Além deste indivíduo chamado "óbvio", que aliás tinha duas patas, dois olhos e orelhas, um órgão sexual e pernas, como não poderia deixar de ser, ela carregava consigo dentro da mochila seu inseparável Ipod, e o fio dos fones levavam até seus ouvidos as canções dos Beatles, Smiths, Strokes, White Stripes, Los Hermanos e Blink 182, estes os quais ela costumava esconder dos amigos ainda manter gosto por - porém, nesse belo dia, a meio caminho da faculdade, a reparar o quão estranhos e despropositados podem parecer às vezes os prédios do centro da cidade, ela acabara de lembrar que precisava comprar ingressos no Cine Fulanon, cinema cultuado por jovens do seu ciclo social, pois à sexta feira haveria a estréia de uma atriz que adorava e que apesar de há muito tempo não fazer um trabalho realmente à altura de seus clássicos, por ela mantinha afeto e admiração; de qualquer forma, após comprar de antemão os ingressos referidos, ela percebera, como diria sua avó, um "furdunço" à ocorrer na próxima esquina: mais uma passeata organizada por membros do PSTU, PSol e partidos afins (embora não tão 'afins' assim)!!! Nossa personagem principal até concordava com alguns argumentos e se identificava com um parágrafo e argumento ou outro defendido por esses grupos jovens, também, em geral, estudantes de cursos de humanas de universidades públicas, contudo, sua atitude padrão era agir com indiferença para com estas manifestações e engajamentos políticos, digamos, mais "práticos". Bem, justamente hoje, esta sua indiferença que carregava consigo não poderia ter lhe pegado mais despreparada: quando estava passando próxima aos manifestantes, espremendo-se pelo o que sobrara de uma das calçadas ocupadas por cartazes, tintas e pessoas, um indivíduo aleatório com blusa enrolada na cabeça, à lembrar aquela figura clássica de Banksy que, nestas vestes, ameaçava jogar um bouquet de flores contra seus inimigos, porém, neste caso, o bouquet estava sendo substituído, literalmente e sem metáforas agora, por um coquetel molotov, sendo apontado e atirado por este indivíduo contra um dos pontos de ônibus da avenida, aparentemente em gesto "simbólico" (eufemismo de minha parte) protestante ao recente aumento do preço das passagens dos transportes públicos da cidade.

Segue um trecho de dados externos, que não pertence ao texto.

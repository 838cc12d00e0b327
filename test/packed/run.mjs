/**
 * Packs both packages, installs the tarballs into an empty project, imports them from Node ESM, and compiles a
 * TypeScript file against their types with NodeNext resolution. Needs the registry for the dependencies.
 */
import { execFileSync } from 'node:child_process';
import { mkdtempSync, readdirSync, rmSync, writeFileSync } from 'node:fs';
import { tmpdir } from 'node:os';
import { join } from 'node:path';
import { fileURLToPath } from 'node:url';

const root = fileURLToPath(new URL('../..', import.meta.url));
const project = mkdtempSync(join(tmpdir(), 'graybody-packed-'));
const run = (command, args, cwd) =>
  execFileSync(command, args, { cwd, encoding: 'utf8', stdio: ['ignore', 'pipe', 'inherit'] });

const script = `
import { celsius, surfaceTemperature, toCelsius, topHatBand } from '@graybody/core';
import { recompute } from '@graybody/core/record';
import { readFrames } from '@graybody/arrays';
const conditions = { band: topHatBand(8, 14), emissivity: 0.86, reflectedApparentTemperature: celsius(21) };
console.log(toCelsius(surfaceTemperature(celsius(62.4), conditions)).toFixed(2), typeof recompute, typeof readFrames);
`;

try {
  for (const name of ['core', 'arrays'])
    run('npm', ['pack', '--silent', '--pack-destination', project], join(root, 'packages', name));
  const tarballs = readdirSync(project).filter((name) => name.endsWith('.tgz'));
  writeFileSync(
    join(project, 'package.json'),
    JSON.stringify({ name: 'empty', private: true, type: 'module' }),
  );
  run(
    'npm',
    ['install', '--silent', '--no-fund', '--no-audit', ...tarballs.map((name) => `./${name}`)],
    project,
  );
  writeFileSync(join(project, 'use.mjs'), script);
  const printed = run('node', ['use.mjs'], project).trim();
  if (printed !== '68.06 function function')
    throw new Error(`packed: expected "68.06 function function", got "${printed}"`);
  console.log(`packed: Node ESM prints ${printed}`);

  writeFileSync(join(project, 'use.ts'), script);
  writeFileSync(
    join(project, 'tsconfig.json'),
    JSON.stringify({
      compilerOptions: {
        module: 'NodeNext',
        target: 'ES2022',
        lib: ['ES2022', 'DOM'],
        strict: true,
        noEmit: true,
        types: [],
        exactOptionalPropertyTypes: true,
      },
      files: ['use.ts'],
    }),
  );
  run('node', [join(root, 'node_modules/typescript/bin/tsc'), '-p', project], project);
  console.log('packed: TypeScript NodeNext compiles');
  for (const name of ['core', 'arrays']) {
    console.log(
      run(
        'node',
        [join(root, 'node_modules/publint/src/cli.js'), join(root, 'packages', name), '--strict'],
        root,
      ).trim(),
    );
  }
} finally {
  rmSync(project, { recursive: true, force: true });
}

Após o ato que acabei de descrever ter ocorrido, a multidão começara a se alvoroçar e, a polícia, que acabara de chegar com seus escudos de plástico e cacetetes na mão, gás de pimenta, e bombas de efeito moral, começou a avançar sobre os manifestantes, com pouca cordialidade. Acontece que Clarice-Virgínia-Lygia estava ainda parada no lugar que eu havia citado anteriormente, pasma, vendo tudo acontecer, mas, em um ataque de adrenalina e susto, começara a correr em sentido oposto neste instante para se afastar daquela confusão toda. Graças a algumas discretas (a.k.a 'escondidas') horas dedicadas a academia nos últimos meses, ela fora bem sucedida em sua fuga, e se afastara o bastante e a tempo de manter sua integridade física intacta, contudo, a imagem do ponto de ônibus pegando fogo - o vidro transparente que costuma compor a arquitetura destes pontos se aquecera com a bomba até partir-se em vários pedaços, e a propaganda do mais recente musical em cartaz na zona sul da cidade derretera com a face em folha de papel da atriz principal, agora distorcida pelas chamas - assim como a imagem da multidão reprimida pelas autoridades policiais, das câmeras de TV desviando suas lentes para outros pontos, talvez para os pombos e nuvens misturadas à fumaça do fogo, enfim: a imagem de uma causa que ela mesma vagamente acreditava misturada à esse breve porém bem definido caos e descaso urbano, havia sensibilizado ela, o que, natural e concomitantemente, incomodava o indivíduo "óbvio", que o tempo inteiro permanecera apertado e apreensivo em sua mochila.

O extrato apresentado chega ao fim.